Documentum Inc. CEO Dave DeWalt took the stage to open the content-management vendor's 13th annual user conference Monday in New Orleans and wasted no time getting to what is undoubtedly on the minds of customers. "A lot of people have asked me, why EMC, and why now?"
DeWalt was referring to EMC's pending $1.7 billion acquisition of Documentum. The deal has spurred a range of reaction, with analysts lauding the seemingly ideal combination of content and storage, Documentum rivals rejoicing over what they see as a major competitor being plucked from the market, and customers trying to figure out what it all means.

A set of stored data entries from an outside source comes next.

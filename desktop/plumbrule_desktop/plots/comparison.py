"""The answers of all rungs beside each other, relative to the one the answer stands on."""

from PySide6.QtCore import QPointF, QRectF, Qt
from PySide6.QtGui import QColor, QFontMetricsF, QPainter, QPen, QPolygonF
from PySide6.QtWidgets import QWidget

from plumbrule_desktop.look import Colours
from plumbrule_desktop.plots.rows import AXIS_HEIGHT, LEFT, RowPlot
from plumbrule_desktop.plots.series import Comparison, Numbers, Point, remark
from plumbrule_desktop.state.amounts import energy, signed, unit_words

OUTLIER = 6.0
"""A point so many times further out than the next is drawn as an arrow at the edge."""
CAP = 5.0


class ComparisonPlot(RowPlot):
    """One row a rung: name, point with its bar, value. The band is the accuracy needed."""

    def __init__(self, parent: QWidget | None = None) -> None:
        super().__init__("Comparison of the rungs", 30.0, parent)
        self._data = Comparison("kJ/mol")

    def show_data(self, data: Comparison) -> None:
        """Show this comparison."""
        if data != self._data:
            self._data = data
            self.refresh()

    def count(self) -> int:
        """One row a rung."""
        return len(self._data.points)

    def says(self) -> str:
        """The picture in words."""
        return self._data.says()

    def numbers(self) -> Numbers:
        """The picture as a table."""
        return self._data.numbers()

    def row_words(self, row: int) -> str:
        """One rung in words."""
        point, unit = self._data.points[row], self._data.unit
        name = f"{point.rung}/{point.basis}" if point.basis else point.rung
        away = f"{signed(point.from_best, unit)} from the best rung"
        words = f"{name}: {energy(point.value, unit, point.bar)}, {away}"
        return f"{words}; {remark(point)}" if remark(point) else words

    def span(self) -> tuple[float, float]:
        """The points with their bars and the band; an outlier does not stretch the scale."""
        reach = sorted(abs(point.from_best) + (point.bar or 0.0) for point in self._data.points)
        floor = max([self._data.within or 0.0, *(point.bar or 0.0 for point in self._data.points)])
        limit = max(reach[-2] if len(reach) > 1 else 0.0, floor) or reach[-1]
        limit = reach[-1] if reach[-1] <= OUTLIER * limit else limit
        limit = max(limit, floor) * 1.15 or 1.0
        lowest = min(point.from_best - (point.bar or 0.0) for point in self._data.points)
        highest = max(point.from_best + (point.bar or 0.0) for point in self._data.points)
        low = -limit if lowest < -floor else -floor * 1.3
        high = limit if highest > floor else floor * 1.3
        return (low, high) if high > low else (-1.0, 1.0)

    def axis_title(self) -> str:
        """The scale in words."""
        return f"distance from the best rung, {unit_words(self._data.unit)}"

    def lane(self) -> QRectF:
        """Between the names and the values."""
        metrics = QFontMetricsF(self.font())
        names = max((metrics.horizontalAdvance(self._name(p)) for p in self._data.points), default=0.0)
        values = max((metrics.horizontalAdvance(self._value(p)) for p in self._data.points), default=0.0)
        left = LEFT + min(names, self.width() * 0.32) + 14
        right = self.width() - LEFT - min(values, self.width() * 0.4) - 14
        top = self.top_of(0)
        return QRectF(left, top, max(right - left, 40.0), self.height() - AXIS_HEIGHT - top)

    def _name(self, point: Point) -> str:
        same = len({one.basis for one in self._data.points}) == 1
        return point.rung if same or not point.basis else f"{point.rung}/{point.basis}"

    def _value(self, point: Point) -> str:
        text = energy(point.value, self._data.unit, point.bar)
        return f"{text}, not reliable" if point.stopped else text

    def draw_rows(self, painter: QPainter, c: Colours, lane: QRectF) -> None:
        """The band of the accuracy needed, then every rung."""
        if self._data.within:
            band = QColor(c.accent)
            band.setAlpha(36)
            left, right = (self.x_of(side * self._data.within, lane) for side in (-1, 1))
            painter.fillRect(QRectF(left, lane.top(), right - left, lane.height()), band)
        zero = round(self.x_of(0.0, lane))
        painter.setPen(QPen(QColor(c.muted), 1, Qt.PenStyle.DashLine))
        painter.drawLine(zero, round(lane.top()), zero, round(lane.bottom()))
        for row, point in enumerate(self._data.points):
            self._draw_row(painter, c, lane, self.top_of(row), point)

    def _draw_row(self, painter: QPainter, c: Colours, lane: QRectF, top: float, point: Point) -> None:
        ink = QColor(c.muted if point.stopped else c.text)
        metrics = QFontMetricsF(painter.font())
        font = painter.font()
        font.setBold(point.best)
        painter.setFont(font)
        painter.setPen(ink)
        name = metrics.elidedText(self._name(point), Qt.TextElideMode.ElideRight, lane.left() - LEFT - 8)
        left, right = Qt.AlignmentFlag.AlignLeft, Qt.AlignmentFlag.AlignRight
        middle = Qt.AlignmentFlag.AlignVCenter
        painter.drawText(QRectF(LEFT, top, lane.left() - LEFT, 30), left | middle, name)
        font.setBold(False)
        painter.setFont(font)
        room = QRectF(lane.right() + 8, top, self.width() - LEFT - lane.right() - 8, 30)
        value = metrics.elidedText(self._value(point), Qt.TextElideMode.ElideRight, room.width())
        painter.drawText(room, right | middle, value)
        self._draw_point(painter, c, lane, top + 15.0, point)

    def _draw_point(self, painter: QPainter, c: Colours, lane: QRectF, y: float, point: Point) -> None:
        x = self.x_of(point.from_best, lane)
        colour = QColor(c.muted if point.stopped else c.accent if point.best else c.text)
        painter.setPen(QPen(colour, 2))
        if not lane.left() - 1 <= x <= lane.right() + 1:
            _draw_arrow(
                painter, colour, QPointF(lane.left() if x < lane.left() else lane.right(), y), x < lane.left()
            )
            return
        if point.bar:
            low, high = (self.x_of(point.from_best + side * point.bar, lane) for side in (-1, 1))
            painter.drawLine(QPointF(low, y), QPointF(high, y))
            for end in (low, high):
                painter.drawLine(QPointF(end, y - CAP), QPointF(end, y + CAP))
        if point.stopped:
            painter.drawLine(QPointF(x - 4, y - 4), QPointF(x + 4, y + 4))
            painter.drawLine(QPointF(x - 4, y + 4), QPointF(x + 4, y - 4))
            return
        painter.setBrush(colour if point.best else QColor(c.surface))
        painter.drawEllipse(QPointF(x, y), 4.5, 4.5)


def _draw_arrow(painter: QPainter, colour: QColor, tip: QPointF, left: bool) -> None:
    back = 9.0 if left else -9.0
    painter.setBrush(colour)
    painter.drawPolygon(QPolygonF([tip, tip + QPointF(back, -5), tip + QPointF(back, 5)]))
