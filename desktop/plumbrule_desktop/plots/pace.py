"""Redrawing at a calm pace: at once, then at most ten times a second, and never while nobody can see it."""

from collections.abc import Callable

from PySide6.QtCore import QEvent, QObject, QTimer
from PySide6.QtWidgets import QWidget

REDRAW_MS = 100


class Pace(QObject):
    """Calls `redraw` for a widget when asked, with pauses; what was asked while hidden is done on show."""

    def __init__(self, widget: QWidget, redraw: Callable[[], None]) -> None:
        super().__init__(widget)
        self._widget = widget
        self._redraw = redraw
        self._wanted = False
        self._timer = QTimer(self, interval=REDRAW_MS, singleShot=True)
        self._timer.timeout.connect(self._again)
        widget.installEventFilter(self)

    def ask(self) -> None:
        """Something has changed."""
        self._wanted = True
        self._again()

    def eventFilter(self, watched: QObject, event: QEvent) -> bool:
        """Catch up when the widget comes into sight, before it is painted."""
        if event.type() == QEvent.Type.Show and watched is self._widget:
            self._again()
        return False

    def _again(self) -> None:
        if self._wanted and self._widget.isVisible() and not self._timer.isActive():
            self._wanted = False
            self._redraw()
            self._timer.start()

As to why Documentum chose to be acquired now, DeWalt told an audience filled with customers and partners that the time was right. The company, he said, is entering a third stage in its development--after its days as a private company under founder Howard Shao, and then its most recent era as an independent public company. With a huge market emerging for managing unstructured data, which DeWalt said makes up 80% of the information stored in corporate systems, Documentum has reached a point where achieving its potential growth isn't something it would be able to do alone. With support from EMC's 10,000-person field-sales and service force, Documentum figures to get in front of a much larger audience of potential buyers, he said.
Together, DeWalt said, the two companies will work to develop an "uber repository" in which storage and content management are bridged to form what he called an "intelligent repository." The idea, he said later during an interview with information, is to turn content management into the brains behind next-generation storage area networks and redefine the file-system approach to information management.
EMC CEO Joe Tucci, in a video message delivered during the keynote, said that soon after the two companies formed a partnership a year ago, they "saw the inevitable link between enterprise content management and information storage." By more intelligently managing the growing volume of unstructured data, he said, the combined companies could command a larger piece of a growing market.
Further evidence that the two companies are a logical match came when the audience, using a touchpad response system, answered a question about whether they were EMC customers. Half said yes, and another 25% weren't sure.